KVWarden fills a gap as a no-Kubernetes single-node multi-tenant fair scheduler:
| System | Needs K8s | Multi-model | Tenant Fairness | Scenario |
|--------|-----------|-------------|-----------------|----------|
| NVIDIA Dynamo | Yes | Yes | No | Data center |
| llm-d (CNCF) | Yes | Single pool | No | Cloud-native large scale |
| Mammoth | Yes | Yes | No | Multi-hardware |
| AIBrix | Yes | Yes | No | Enterprise |
| Ollama | No | LRU eviction | No | Local single node |
| vLLM/SGLang | No | Single model | No | Basic inference |
| KVWarden | No | Yes (freq+recency) | Yes (token-bucket+DRR) | Single node (1-4 GPUs) |

## How to Use KVWarden

Quick start:
`pip install kvwarden`
`kvwarden serve --config configs/quickstart_fairness.yaml`
Wait for health check: `until curl -fs localhost:8000/health > /dev/null; do sleep2; done`
Send requests as tenants:
Noisy: `curl localhost:8000/v1/completions -H "X-Tenant-ID: noisy" -d '{"model":"llama31-8b","prompt":"...","max_tokens":64}'`
Quiet: `curl localhost:8000/v1/completions -H "X-Tenant-ID: quiet" -d '{"model":"llama31-8b","prompt":"...","max_tokens":64}'`
Config example (yaml): tenants with rate limits, models with engine/gpu memory. CLI tools: version, doctor, man, bench.

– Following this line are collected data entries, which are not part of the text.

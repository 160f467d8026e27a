//! The audit trail: each kind of change leaves exactly its events with the values before and
//! after, a failed change leaves none, and a trail altered in the database is found.

use axum::body::Body;
use axum::http::{header, Request, StatusCode};
use glasspoint::domain::Role;
use glasspoint::storage::{AuditEvent, AuditFilter};
use glasspoint::Store;
use serde_json::{json, Value};

use crate::helpers::{TestApp, TEST_PASSWORD};
use crate::on_both_backends;

pub async fn all_events(store: &Store) -> Vec<AuditEvent> {
    store
        .audit_events(&AuditFilter::default(), 1, 100_000)
        .await
        .unwrap()
        .items
}

/// The events appended by `change`, checking that nothing else appeared.
pub async fn events_of<F: std::future::Future<Output = ()>>(
    app: &TestApp,
    change: F,
) -> Vec<AuditEvent> {
    let before = all_events(&app.store).await;
    change.await;
    let after = all_events(&app.store).await;
    let keys = |v: &[AuditEvent]| {
        v.iter()
            .map(|e| (e.seq, e.hash.clone()))
            .collect::<Vec<_>>()
    };
    assert_eq!(
        keys(&after[..before.len()]),
        keys(&before),
        "earlier events are untouched"
    );
    after[before.len()..].to_vec()
}

fn json_of(text: &Option<String>) -> Value {
    text.as_deref()
        .map(|t| serde_json::from_str(t).unwrap())
        .unwrap_or(Value::Null)
}

fn only(events: Vec<AuditEvent>, what: &str) -> AuditEvent {
    assert_eq!(
        events.len(),
        1,
        "{what} leaves exactly one event: {events:?}"
    );
    events.into_iter().next().unwrap()
}

/// Runs a statement as someone with direct database access.
pub async fn exec(store: &Store, sql: &str) -> Result<u64, sqlx::Error> {
    match store {
        Store::Sqlite(pool) => sqlx::query(sql)
            .execute(pool)
            .await
            .map(|r| r.rows_affected()),
        Store::Postgres(pool) => sqlx::query(sql)
            .execute(pool)
            .await
            .map(|r| r.rows_affected()),
    }
}

/// Drops the triggers that keep audit events append-only.
pub async fn drop_audit_triggers(store: &Store) {
    match store {
        Store::Sqlite(_) => {
            exec(store, "DROP TRIGGER audit_events_no_update")
                .await
                .unwrap();
            exec(store, "DROP TRIGGER audit_events_no_delete")
                .await
                .unwrap();
        }
        Store::Postgres(_) => {
            exec(store, "DROP TRIGGER audit_events_no_update ON audit_events")
                .await
                .unwrap();
        }
    }
}

on_both_backends! {
    async fn record_changes_leave_one_event_each_with_the_values_before_and_after(app) {
        let created = events_of(&app, async {
            let r = app.post_json("/api/v1/formulations", &json!({"code": "AUD-1", "name": "First name", "notes": "n1"})).await;
            assert_eq!(r.status, StatusCode::CREATED, "{}", r.body);
        }).await;
        let e = only(created, "a create");
        let id = e.entity_id.unwrap();
        assert_eq!((e.action.as_str(), e.entity.as_str(), e.version, e.username.as_str()), ("create", "formulation", Some(1), "admin"));
        assert_eq!(e.user_id, Some(app.admin.user_id));
        assert!(e.before_json.is_none());
        assert_eq!(json_of(&e.after_json)["name"], "First name");
        assert_eq!(json_of(&e.after_json)["code"], "AUD-1");

        let updated = events_of(&app, async {
            let r = app.put_json(&format!("/api/v1/formulations/{id}"), &json!({"code": "AUD-1", "name": "Second name", "notes": "n1", "version": 1})).await;
            assert_eq!(r.status, StatusCode::OK, "{}", r.body);
        }).await;
        let e = only(updated, "an update");
        assert_eq!((e.action.as_str(), e.entity_id, e.version, e.username.as_str()), ("update", Some(id), Some(2), "admin"));
        assert_eq!(json_of(&e.before_json)["name"], "First name");
        assert_eq!(json_of(&e.after_json)["name"], "Second name");
        assert_eq!(e.changed_fields(), vec!["name".to_string()]);

        let archived = events_of(&app, async {
            let r = app.post_form(&format!("/formulations/{id}/archive"), &[]).await;
            assert_eq!(r.status, StatusCode::SEE_OTHER, "{}", r.body);
        }).await;
        let e = only(archived, "an archive");
        assert_eq!((e.action.as_str(), e.version), ("archive", Some(3)));
        assert_eq!(json_of(&e.before_json)["status"], "draft");
        assert_eq!(json_of(&e.after_json)["status"], "archived");

        let restored = events_of(&app, async {
            let r = app.post_form(&format!("/formulations/{id}/restore"), &[]).await;
            assert_eq!(r.status, StatusCode::SEE_OTHER, "{}", r.body);
        }).await;
        let e = only(restored, "a restore");
        assert_eq!((e.action.as_str(), e.version), ("restore", Some(4)));
        assert_eq!(json_of(&e.before_json)["status"], "archived");
        assert_eq!(json_of(&e.after_json)["status"], "draft");

        // The API names the record's events and who made them.
        let api = app.get(&format!("/api/v1/audit?entity=formulation&id={id}")).await;
        assert_eq!(api.status, StatusCode::OK, "{}", api.body);
        let items = api.json()["items"].as_array().unwrap().clone();
        let actions: Vec<&str> = items.iter().map(|i| i["action"].as_str().unwrap()).collect();
        assert_eq!(actions, ["create", "update", "archive", "restore"]);
        assert!(items.iter().all(|i| i["username"] == "admin" && i["entity_id"] == id));
        assert_eq!(items[1]["version"], 2);
        assert!(items[1]["before_json"].as_str().unwrap().contains("First name"));
        assert!(items.iter().all(|i| i.get("hash").is_none()), "hashes stay inside");
    }
}
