@dataclass(frozen=True, eq=False)
class DelensingResult:
    """Observed, template and residual B modes and their full-sky spectra (µK², ℓ from 0).

    Attributes
    ----------
    ell : ndarray
        ℓ = 0 … lmax.
    template_alm, residual_alm : ndarray
        The lensing B-mode template and the residual B = observed − template (µK, nalm(lmax)).
    observed_bb, template_bb, residual_bb : ndarray
        Auto-spectra of the observed B modes, the template and the residual.
    cross_bb : ndarray
        Cross-spectrum of the observed B modes with the template.
    noise_bb : ndarray
        Noise power subtracted from the observed and residual spectra in ``efficiency`` and
        ``alens_residual`` (zeros for noise-free B modes; ``inf`` outside the experiment's cuts).
    lensed_bb : ndarray
        The lensing BB that A_lens^res is measured against.
    efficiency : ndarray
        :func:`delensing_efficiency` per ℓ.
    alens_residual : float
        :func:`measured_alens_residual` over [ell_min, ell_max].
    ell_min, ell_max : int
        Range of ``alens_residual``.
    method : str
        Template method.
    notes : tuple of str
        Caveats travelling with the numbers (the delensing bias first).
    """

    ell: np.ndarray
    template_alm: np.ndarray
    residual_alm: np.ndarray
    observed_bb: np.ndarray
    template_bb: np.ndarray
    residual_bb: np.ndarray
    cross_bb: np.ndarray
    noise_bb: np.ndarray
    lensed_bb: np.ndarray
    efficiency: np.ndarray
    alens_residual: float
    ell_min: int
    ell_max: int
    method: str
    notes: tuple = ()

    @property
    def lmax(self) -> int:
        return int(self.ell[-1])

    def efficiency_in_range(self, ell_min: int, ell_max: int) -> float:
        """Fraction of the lensing B power removed over [ell_min, ell_max], mode-weighted:
        1 − Σ (2ℓ+1)(C^res − N) / Σ (2ℓ+1)(C^obs − N) over the multipoles with finite noise."""
        ell_min = as_int(ell_min, "ell_min", minimum=2, maximum=self.lmax)
        ell_max = as_int(ell_max, "ell_max", minimum=ell_min, maximum=self.lmax)
        part = slice(ell_min, ell_max + 1)
        noise = self.noise_bb[part]
        finite = np.isfinite(noise)
        modes = (2.0 * self.ell[part] + 1.0)[finite]
        lensing = np.sum(modes * (self.observed_bb[part][finite] - noise[finite]))
        if not lensing > 0:
            raise ValueError(f"no lensing power with finite noise in [{ell_min}, {ell_max}]")
        return float(1.0 - np.sum(modes * (self.residual_bb[part][finite] - noise[finite])) / lensing)

    def spectra_dict(self) -> dict:
        """Plain lists for JSON: ℓ, the four spectra, noise, efficiency, A_lens^res and the notes."""
        return {
            "ell": self.ell.astype(int).tolist(),
            "observed_bb": self.observed_bb.tolist(),
            "template_bb": self.template_bb.tolist(),
            "residual_bb": self.residual_bb.tolist(),
            "observed_x_template_bb": self.cross_bb.tolist(),
            "noise_bb": self.noise_bb.tolist(),
            "lensed_bb_reference": self.lensed_bb.tolist(),
            "efficiency": self.efficiency.tolist(),
            "alens_residual": self.alens_residual,
            "alens_range": [self.ell_min, self.ell_max],
            "method": self.method,
            "notes": list(self.notes),
        }
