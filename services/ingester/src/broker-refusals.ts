import type { BrokerRefusal } from '@thermargin/shared';
import type { DeadLetter, SampleStore } from '@thermargin/store';

const FLUSH_MS = 1000;

/**
 * Records a broker's refusals (the embedded broker's hooks, or Mosquitto's log) as refused messages of
 * the store, each naming its client id: the refused-data screen then counts them per vehicle (the user
 * name) and reason beside the ingester's. Written once a second, so a client retrying a wrong password
 * in a loop costs one write a second.
 */
export function brokerRefusals(vehicles: ReadonlySet<string>) {
  let pending: DeadLetter[] = [];
  let sink: Pick<SampleStore, 'writeDeadLetters'> | undefined;
  const flush = async () => {
    if (!sink || !pending.length) return;
    const batch = pending;
    pending = [];
    await sink.writeDeadLetters(batch).catch(() => {});
  };
  const timer = setInterval(() => void flush(), FLUSH_MS);
  timer.unref();
  return {
    onRefused(r: BrokerRefusal): void {
      pending.push({
        received_ms: r.time_ms,
        vehicle: vehicles.has(r.username) ? r.username : '',
        reason: r.reason,
        detail: `client id ${r.client_id || '(none)'}${r.username ? `, user ${r.username}` : ''}: ${r.detail}`,
        topic: r.topic,
        excerpt: '',
        payload_bytes: 0,
      });
    },
    /** Where to write from now on (the store may open after the broker starts). */
    writeTo(s: Pick<SampleStore, 'writeDeadLetters'>): void {
      sink = s;
    },
    async close(): Promise<void> {
      clearInterval(timer);
      await flush();
    },
  };
}
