import {
  bytesText,
  FUTURE_TOLERANCE_MS,
  MAX_SAMPLES_PER_MESSAGE,
  type RejectReason,
  SIGNALS,
  type Sample,
  TIME_MIN_MS,
  type VehicleTopic,
  type WireSample,
  formatPath,
  parseVehicleTopic,
  toSample,
  wireSampleSchema,
} from '@thermargin/shared';
import { type DeadLetter, excerpt, type FrameTally } from '@thermargin/store';
import type { z } from 'zod';
import { decodeFrames } from './decode-frames.ts';
import { quickSample } from './quick-sample.ts';
import { STANDARD_READING, type VehicleReading } from './vehicle-readings.ts';

export interface DecodeContext {
  /** Vehicle ids of the fleet file. */
  known_vehicles: ReadonlySet<string>;
  /** ms: receive time (also the reference for the future/past clock checks). */
  now_ms: number;
  max_payload_bytes: number;
  /** Per vehicle with a mapping or a reference torque in the fleet file: how its messages read. */
  readings?: ReadonlyMap<string, VehicleReading>;
}

export interface Decoded {
  samples: Sample[];
  /**
   * At most one dead letter per message: the whole message refused, or, for refused samples (or
   * frames) of it, how many and why, with the first few named.
   */
  rejects: DeadLetter[];
  /** What was refused, by reason: each refused sample or frame, or 1 for a message refused whole (metrics). */
  refused: Partial<Record<RejectReason, number>>;
  /** What each frames message held (none for sample messages). */
  tallies: FrameTally[];
}

/** Refused samples of one message named in its dead letter (the rest are counted). */
export const NAMED_REFUSALS = 3;

/**
 * One MQTT message → the samples to store and the dead letters, never a throw: a payload is refused
 * whole when its topic, vehicle, size or JSON is wrong, and sample by sample otherwise (the good ones
 * of a batch are kept). A frames message is decoded by decodeFrames. `parsed` is the topic read
 * already, when the caller has read it.
 */
export function decodeMessage(
  topic: string,
  payload: Buffer,
  ctx: DecodeContext,
  parsed: VehicleTopic | undefined = parseVehicleTopic(topic),
): Decoded {
  const vehicle = parsed?.vehicle;
  const letter = (
    reason: RejectReason,
    detail: string,
    text: () => string,
    v = vehicle ?? '',
  ): DeadLetter => ({
    received_ms: ctx.now_ms,
    vehicle: v,
    reason,
    detail,
    topic: excerpt(topic, 256),
    excerpt: excerpt(text()),
    payload_bytes: payload.length,
  });
  const whole = (reason: RejectReason, detail: string, v?: string): Decoded => ({
    samples: [],
    rejects: [letter(reason, detail, () => payload.subarray(0, 4096).toString('utf8'), v)],
    refused: { [reason]: 1 },
    tallies: [],
  });

  if (vehicle === undefined)
    return whole('topic', 'not a vehicle topic (thermargin/v1/vehicles/{vehicle}/samples or …/frames)', '');
  if (!ctx.known_vehicles.has(vehicle))
    return whole('unknown_vehicle', `vehicle ${vehicle} is not in the fleet file`);
  if (payload.length > ctx.max_payload_bytes) {
    return whole(
      'oversize',
      `payload of ${bytesText(payload.length)} is over the limit of ${bytesText(ctx.max_payload_bytes)}`,
    );
  }
  const reading = ctx.readings?.get(vehicle) ?? STANDARD_READING;
  if (parsed!.kind === 'frames')
    return decodeFrames(vehicle, payload, reading, ctx.now_ms, (reason, detail, text) =>
      letter(reason, detail, () => text),
    );
  let body: unknown;
  try {
    body = JSON.parse(payload.toString('utf8'));
  } catch (e) {
    return whole('json', `not JSON: ${(e as Error).message}`);
  }
  const isBatch = Array.isArray(body);
  if (!isBatch && (typeof body !== 'object' || body === null)) {
    return whole('schema', 'payload must be one sample (an object) or a batch (an array of samples)');
  }
  const items: unknown[] = isBatch ? (body as unknown[]) : [body];
  if (items.length === 0) return whole('schema', 'empty batch');
  if (items.length > MAX_SAMPLES_PER_MESSAGE) {
    return whole(
      'oversize',
      `batch of ${items.length} samples is over the limit of ${MAX_SAMPLES_PER_MESSAGE}`,
    );
  }

  const out: Decoded = { samples: [], rejects: [], refused: {}, tallies: [] };
  const named: { where: string; detail: string; item: unknown }[] = [];
  let first: RejectReason | undefined;
  items.forEach((raw, i) => {
    const item = reading.record ? reading.record(raw, vehicle) : raw;
    const verdict = judgeSample(item, vehicle, ctx.now_ms);
    if (!('reason' in verdict)) {
      out.samples.push(verdict);
      return;
    }
    first ??= verdict.reason;
    out.refused[verdict.reason] = (out.refused[verdict.reason] ?? 0) + 1;
    if (named.length < NAMED_REFUSALS)
      named.push({ where: isBatch ? `samples[${i}]` : 'sample', detail: verdict.detail, item: raw });
  });
  if (first === undefined) return out;
  // One letter for the message (10 000 bad items made 10 000 rows): its most frequent reason.
  const counts = Object.entries(out.refused) as [RejectReason, number][];
  const reason = counts.reduce((a, b) => (b[1] > a[1] ? b : a), [first, out.refused[first]!])[0];
  const bad = counts.reduce((n, [, c]) => n + c, 0);
  const list = named.map((n) => `${n.where}: ${n.detail}`).join('; ');
  const detail = !isBatch
    ? list
    : `${bad} of ${items.length} samples refused (${counts.map(([r, c]) => `${r} ${c}`).join(', ')}); ` +
      `${bad > named.length ? `first ${named.length}: ` : ''}${list}`;
  out.rejects.push(
    letter(reason, detail, () =>
      safeStringify(named.length === 1 ? named[0]!.item : named.map((n) => n.item)),
    ),
  );
  return out;
}

/** decodeMessage, with a last guard: an unforeseen throw dead-letters the message instead of stopping us. */
export function safeDecode(
  topic: string,
  payload: Buffer,
  ctx: DecodeContext,
  parsed: VehicleTopic | undefined = parseVehicleTopic(topic),
): Decoded {
  try {
    return decodeMessage(topic, payload, ctx, parsed);
  } catch (e) {
    const letter = {
      received_ms: ctx.now_ms,
      vehicle: parsed?.vehicle ?? '',
      reason: 'schema' as const,
      detail: `could not be decoded: ${(e as Error).message}`,
      topic: excerpt(topic, 256),
      excerpt: excerpt(payload.subarray(0, 4096).toString('utf8')),
      payload_bytes: payload.length,
    };
    return { samples: [], rejects: [letter], refused: { schema: 1 }, tallies: [] };
  }
}

/** One sample of `vehicle`'s topic: the sample to store, or why not. */
function judgeSample(
  item: unknown,
  vehicle: string,
  now_ms: number,
): Sample | { reason: RejectReason; detail: string } {
  let s = quickSample(item, vehicle);
  if (s === undefined) {
    const r = wireSampleSchema.safeParse(item);
    if (!r.success) return { reason: issueReason(r.error.issues[0], item), detail: issueText(r.error) };
    s = toSample(r.data);
  }
  if (s.vehicle !== vehicle)
    return { reason: 'vehicle_mismatch', detail: `vehicle ${s.vehicle} on ${vehicle}'s topic` };
  const time = (item as WireSample).time;
  if (s.time_ms < TIME_MIN_MS) return { reason: 'time_past', detail: `time ${time} is before 2000-01-01` };
  if (s.time_ms > now_ms + FUTURE_TOLERANCE_MS) {
    return { reason: 'time_future', detail: `time ${time} is more than a day after the receive time` };
  }
  return s;
}

/**
 * A signal that is a number outside its range or not finite (1e400 parses to Infinity) is a 'range'
 * rejection; any other broken rule is a 'schema' one.
 */
function issueReason(issue: z.core.$ZodIssue | undefined, item: unknown): RejectReason {
  const field = issue?.path[0];
  if (typeof field !== 'string' || !(field in SIGNALS) || issue?.path.length !== 1) return 'schema';
  const v = (item as Record<string, unknown>)[field];
  const spec = SIGNALS[field as keyof typeof SIGNALS];
  return typeof v === 'number' && !(v >= spec.min && v <= spec.max) ? 'range' : 'schema';
}

function issueText(error: z.ZodError): string {
  return error.issues
    .slice(0, 3)
    .map((i) => `${formatPath(i.path)}: ${i.message}`)
    .join('; ');
}

/** The item as text for the excerpt; a structure too deep to serialise is named, not shown. */
function safeStringify(item: unknown): string {
  try {
    return JSON.stringify(item) ?? typeof item;
  } catch (e) {
    return `(${typeof item} not serialisable: ${(e as Error).message})`;
  }
}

## Limitations and Future Roadmap

Limitations: Not a vLLM/SGLang replacement; not for K8s-scale deployments; no magic single-tenant TTFT improvement.
Use Cases: Single node (1-4 GPUs), no K8s, multi-tenant fairness needed, edge/local.
Future plans:
Short-term: 8-tenant test, Llama-3.1-70B on 4×A100, Mixtral MoE fairness.
v0.2.x: Multi-engine routing (vLLM ↔ SGLang).
v0.3: KV cache layering (LMCache), 32K context fairness.